- INSTRUCTIONS FOR THE TASK: The full set of records must be returned exactly, character for character.

MATERIAL FOR THIS EXERCISE section start

/** Walls of a level: where they stand, how high they are, and what gives them their stiffness. */
import { isNumber } from '../base/dimension.ts'
import { sym } from '../base/formula.ts'
import type { Result } from '../base/ledger.ts'
import { bad, good } from '../base/outcome.ts'
import { parseExpr } from '../base/parse.ts'
import type { Span } from '../base/span.ts'
import { NO_UNIT, type Unit } from '../base/unit.ts'
import type { Value } from '../base/value.ts'
import { texAbout } from '../base/work.ts'
import type { Block } from '../read/block.ts'
import { diagnose, type Text } from '../read/text.ts'
import { aboveZero, exprDiagnostic, quantity, stated, workExpr } from './cell.ts'
import { type ColumnRules, filled, type RowOf, readRows } from './columns.ts'
import { type Corner, type Grid, readPoint } from './grid.ts'
import type { Scope } from './scope.ts'

interface Placed {
  readonly name: string
  readonly from: Corner
  readonly to: Corner
  /** Strength along the wall, where it is stated. */
  readonly strength?: Value
  /** True where the end written first, its start, is `to`. */
  readonly reversed: boolean
  /** Its row, and within it the cells of its two ends. */
  readonly span: Span
  readonly place: Span
}

/** A wall whose stiffness follows from its construction and height. */
export interface BuiltWall extends Placed {
  readonly kind: 'built'
  readonly construction: Text
  readonly height: Value
}

/** A wall of stated stiffness; the number may be relative to the other walls. */
export interface StatedWall extends Placed {
  readonly kind: 'stated'
  readonly k: { readonly cell: Text; readonly unit?: Unit }
  readonly height?: Value
}

export type Wall = BuiltWall | StatedWall

const height = sym('h', 'h', 'length')
export const stiffness = sym('k', 'k', 'stiffness')
/** In-plane strength, nominal. */
export const strength = sym('V_n', 'V_n', 'force')

export const wallColumns: ColumnRules = {
  needed: ['wall', 'from', 'to'],
  optional: ['height', 'construction', 'k', 'strength', 'note'],
  oneOf: [['height', 'construction'], ['k']],
}

export const readWalls = (blocks: readonly Block[], level: string, grid: Grid, scope: Scope): Result<readonly Wall[]> =>
  readRows(blocks, 'wall', wallColumns, (record, name) => readWall(record, name.text, level, grid, scope))

function readWall(record: RowOf, name: string, level: string, grid: Grid, scope: Scope): Result<Wall> {
  const placed = readPlace(record, name, level, grid, scope)
  if (!placed.ok) return placed
  const [k, construction] = [record.cell('k'), record.cell('construction')]
  if (k && construction)
    return bad([
      diagnose(
        'error',
        'stiffness-twice',
        k.span,
        `wall ${name} has both a stated k and a construction`,
        'Keep one of them.',
        { also: [{ span: construction.span, text: 'construction' }] },
      ),
    ])
  const unit = record.unit('k')
  if (k) {
    const high = record.cell('height') ? readHeight(record, name, level, scope) : undefined
    if (high && !high.ok) return high
    return good({
      ...placed.value,
      kind: 'stated',
      k: { cell: k, ...(unit ? { unit } : {}) },
      ...(high ? { height: high.value } : {}),
    })
  }
  if (!construction)
    return bad([
      diagnose(
        'error',
        'stiffness-missing',
        record.line.span,
        `wall ${name} has neither a construction nor a stated k`,
        'Name its construction, or state k in a column of its own.',
      ),
    ])
  const high = readHeight(record, name, level, scope)
  return high.ok ? good({ ...placed.value, kind: 'built', construction, height: high.value }) : high
}

function readPlace(record: RowOf, name: string, level: string, grid: Grid, scope: Scope): Result<Placed> {
  const [from, to] = [filled(record, 'from'), filled(record, 'to')]
  if (!from.ok) return from
  if (!to.ok) return to
  const want = { id: `${level}.wall.${name}`, about: [name] }
  const a = readPoint(from.value, { ...want, mark: '1' }, grid, scope)
  const b = readPoint(to.value, { ...want, mark: '2' }, grid, scope)
  if (!a.ok || !b.ok) return bad([...(a.ok ? [] : a.because), ...(b.ok ? [] : b.because)])
  const place = {
    start: Math.min(from.value.span.start, to.value.span.start),
    end: Math.max(from.value.span.end, to.value.span.end),
  }
  const strong = readStrength(record, name, level, scope)
  if (strong && !strong.ok) return strong
  const length = Math.hypot(b.value.x.si - a.value.x.si, b.value.y.si - a.value.y.si)
  // A wall shorter than a tenth of a millimetre is two spellings of one point.
  if (length < 1e-4)
    return bad([
      diagnose('error', 'wall-without-length', place, `wall ${name} has no length`, 'Its two ends are the same point.'),
    ])
  const strength = strong ? { strength: strong.value } : {}
  return good({ name, ...directed(a.value, b.value), ...strength, span: record.line.span, place })
}

function readStrength(record: RowOf, name: string, level: string, scope: Scope): Result<Value> | undefined {
  const cell = record.cell('strength')
  if (!cell) return undefined
  const unit = record.unit('strength')
  const id = `${level}.wall.${name}.strength`
  const value = quantity(
    cell,
    { id, what: 'strength', sym: strength, tex: texAbout('V_n', name), ...(unit ? { unit } : {}) },
    scope,
  )
  return aboveZero(value, cell.span, `the strength of wall ${name}`)
}

/** A wall whose ends lie this near above each other, as a share of its length, is parallel to y. */
const UPRIGHT = 1e-9

/**
 * A wall's own direction has a positive x part, or points up when it is parallel
 * to y, whichever end was written first: the sign of its shear follows from it.
 */
function directed(a: Corner, b: Corner): Pick<Placed, 'from' | 'to' | 'reversed'> {
  const [dx, dy] = [b.x.si - a.x.si, b.y.si - a.y.si]
  const upright = Math.abs(dx) <= UPRIGHT * Math.abs(dy)
  return (upright ? dy > 0 : dx > 0) ? { from: a, to: b, reversed: false } : { from: b, to: a, reversed: true }
}

function readHeight(record: RowOf, name: string, level: string, scope: Scope): Result<Value> {
  const cell = filled(record, 'height')
  if (!cell.ok) return cell
  const unit = record.unit('height')
  const value = quantity(
    cell.value,
    { id: `${level}.wall.${name}.h`, what: 'height', sym: height, tex: texAbout('h', name), ...(unit ? { unit } : {}) },
    scope,
  )
  return aboveZero(value, cell.value.span, `the height of wall ${name}`)
}

/** The stated stiffness: with a unit, or a pure number that is relative to the other walls. */
export function readStiffness({ name, k }: StatedWall, level: string, scope: Scope): Result<Value> {
  const parsed = parseExpr(k.cell.text, k.cell.span.start)
  if (!parsed.ok) return bad([exprDiagnostic(parsed.because)])
  const id = `${level}.wall.${name}.k`
  const worked = workExpr(parsed.value, k.cell.span, scope)
  if (!worked.ok) return worked
  const tex = texAbout('k', name)
  if (!isNumber(worked.value.dimension) || k.unit) {
    const value = quantity(k.cell, { id, what: 'k', sym: stiffness, tex, ...(k.unit ? { unit: k.unit } : {}) }, scope)
    return aboveZero(value, k.cell.span, `the stiffness of wall ${name}`)
  }
  const origin =
    worked.value.inputs.size === 0
      ? ({ kind: 'given', span: k.cell.span } as const)
      : stated(parsed.value, k.cell.span, stiffness, worked.value.inputs)
  return aboveZero(
    good({ id, tex, si: worked.value.si, unit: NO_UNIT, rounding: 1e-12, origin }),
    k.cell.span,
    `the stiffness of wall ${name}`,
  )
}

MATERIAL FOR THIS EXERCISE section end

- SOLUTION:
/** Walls of a level: where they stand, how high they are, and what gives them their stiffness. */
import { isNumber } from '../base/dimension.ts'
import { sym } from '../base/formula.ts'
import type { Result } from '../base/ledger.ts'
import { bad, good } from '../base/outcome.ts'
import { parseExpr } from '../base/parse.ts'
import type { Span } from '../base/span.ts'
import { NO_UNIT, type Unit } from '../base/unit.ts'
import type { Value } from '../base/value.ts'
import { texAbout } from '../base/work.ts'
import type { Block } from '../read/block.ts'
import { diagnose, type Text } from '../read/text.ts'
import { aboveZero, exprDiagnostic, quantity, stated, workExpr } from './cell.ts'
import { type ColumnRules, filled, type RowOf, readRows } from './columns.ts'
import { type Corner, type Grid, readPoint } from './grid.ts'
import type { Scope } from './scope.ts'

interface Placed {
  readonly name: string
  readonly from: Corner
  readonly to: Corner
  /** Strength along the wall, where it is stated. */
  readonly strength?: Value
  /** True where the end written first, its start, is `to`. */
  readonly reversed: boolean
  /** Its row, and within it the cells of its two ends. */
  readonly span: Span
  readonly place: Span
}

/** A wall whose stiffness follows from its construction and height. */
export interface BuiltWall extends Placed {
  readonly kind: 'built'
  readonly construction: Text
  readonly height: Value
}

/** A wall of stated stiffness; the number may be relative to the other walls. */
export interface StatedWall extends Placed {
  readonly kind: 'stated'
  readonly k: { readonly cell: Text; readonly unit?: Unit }
  readonly height?: Value
}

export type Wall = BuiltWall | StatedWall

const height = sym('h', 'h', 'length')
export const stiffness = sym('k', 'k', 'stiffness')
/** In-plane strength, nominal. */
export const strength = sym('V_n', 'V_n', 'force')

export const wallColumns: ColumnRules = {
  needed: ['wall', 'from', 'to'],
  optional: ['height', 'construction', 'k', 'strength', 'note'],
  oneOf: [['height', 'construction'], ['k']],
}

export const readWalls = (blocks: readonly Block[], level: string, grid: Grid, scope: Scope): Result<readonly Wall[]> =>
  readRows(blocks, 'wall', wallColumns, (record, name) => readWall(record, name.text, level, grid, scope))

function readWall(record: RowOf, name: string, level: string, grid: Grid, scope: Scope): Result<Wall> {
  const placed = readPlace(record, name, level, grid, scope)
  if (!placed.ok) return placed
  const [k, construction] = [record.cell('k'), record.cell('construction')]
  if (k && construction)
    return bad([
      diagnose(
        'error',
        'stiffness-twice',
        k.span,
        `wall ${name} has both a stated k and a construction`,
        'Keep one of them.',
        { also: [{ span: construction.span, text: 'construction' }] },
      ),
    ])
  const unit = record.unit('k')
  if (k) {
    const high = record.cell('height') ? readHeight(record, name, level, scope) : undefined
    if (high && !high.ok) return high
    return good({
      ...placed.value,
      kind: 'stated',
      k: { cell: k, ...(unit ? { unit } : {}) },
      ...(high ? { height: high.value } : {}),
    })
  }
  if (!construction)
    return bad([
      diagnose(
        'error',
        'stiffness-missing',
        record.line.span,
        `wall ${name} has neither a construction nor a stated k`,
        'Name its construction, or state k in a column of its own.',
      ),
    ])
  const high = readHeight(record, name, level, scope)
  return high.ok ? good({ ...placed.value, kind: 'built', construction, height: high.value }) : high
}

function readPlace(record: RowOf, name: string, level: string, grid: Grid, scope: Scope): Result<Placed> {
  const [from, to] = [filled(record, 'from'), filled(record, 'to')]
  if (!from.ok) return from
  if (!to.ok) return to
  const want = { id: `${level}.wall.${name}`, about: [name] }
  const a = readPoint(from.value, { ...want, mark: '1' }, grid, scope)
  const b = readPoint(to.value, { ...want, mark: '2' }, grid, scope)
  if (!a.ok || !b.ok) return bad([...(a.ok ? [] : a.because), ...(b.ok ? [] : b.because)])
  const place = {
    start: Math.min(from.value.span.start, to.value.span.start),
    end: Math.max(from.value.span.end, to.value.span.end),
  }
  const strong = readStrength(record, name, level, scope)
  if (strong && !strong.ok) return strong
  const length = Math.hypot(b.value.x.si - a.value.x.si, b.value.y.si - a.value.y.si)
  // A wall shorter than a tenth of a millimetre is two spellings of one point.
  if (length < 1e-4)
    return bad([
      diagnose('error', 'wall-without-length', place, `wall ${name} has no length`, 'Its two ends are the same point.'),
    ])
  const strength = strong ? { strength: strong.value } : {}
  return good({ name, ...directed(a.value, b.value), ...strength, span: record.line.span, place })
}

function readStrength(record: RowOf, name: string, level: string, scope: Scope): Result<Value> | undefined {
  const cell = record.cell('strength')
  if (!cell) return undefined
  const unit = record.unit('strength')
  const id = `${level}.wall.${name}.strength`
  const value = quantity(
    cell,
    { id, what: 'strength', sym: strength, tex: texAbout('V_n', name), ...(unit ? { unit } : {}) },
    scope,
  )
  return aboveZero(value, cell.span, `the strength of wall ${name}`)
}

/** A wall whose ends lie this near above each other, as a share of its length, is parallel to y. */
const UPRIGHT = 1e-9

/**
 * A wall's own direction has a positive x part, or points up when it is parallel
 * to y, whichever end was written first: the sign of its shear follows from it.
 */
function directed(a: Corner, b: Corner): Pick<Placed, 'from' | 'to' | 'reversed'> {
  const [dx, dy] = [b.x.si - a.x.si, b.y.si - a.y.si]
  const upright = Math.abs(dx) <= UPRIGHT * Math.abs(dy)
  return (upright ? dy > 0 : dx > 0) ? { from: a, to: b, reversed: false } : { from: b, to: a, reversed: true }
}

function readHeight(record: RowOf, name: string, level: string, scope: Scope): Result<Value> {
  const cell = filled(record, 'height')
  if (!cell.ok) return cell
  const unit = record.unit('height')
  const value = quantity(
    cell.value,
    { id: `${level}.wall.${name}.h`, what: 'height', sym: height, tex: texAbout('h', name), ...(unit ? { unit } : {}) },
    scope,
  )
  return aboveZero(value, cell.value.span, `the height of wall ${name}`)
}

/** The stated stiffness: with a unit, or a pure number that is relative to the other walls. */
export function readStiffness({ name, k }: StatedWall, level: string, scope: Scope): Result<Value> {
  const parsed = parseExpr(k.cell.text, k.cell.span.start)
  if (!parsed.ok) return bad([exprDiagnostic(parsed.because)])
  const id = `${level}.wall.${name}.k`
  const worked = workExpr(parsed.value, k.cell.span, scope)
  if (!worked.ok) return worked
  const tex = texAbout('k', name)
  if (!isNumber(worked.value.dimension) || k.unit) {
    const value = quantity(k.cell, { id, what: 'k', sym: stiffness, tex, ...(k.unit ? { unit: k.unit } : {}) }, scope)
    return aboveZero(value, k.cell.span, `the stiffness of wall ${name}`)
  }
  const origin =
    worked.value.inputs.size === 0
      ? ({ kind: 'given', span: k.cell.span } as const)
      : stated(parsed.value, k.cell.span, stiffness, worked.value.inputs)
  return aboveZero(
    good({ id, tex, si: worked.value.si, unit: NO_UNIT, rounding: 1e-12, origin }),
    k.cell.span,
    `the stiffness of wall ${name}`,
  )
}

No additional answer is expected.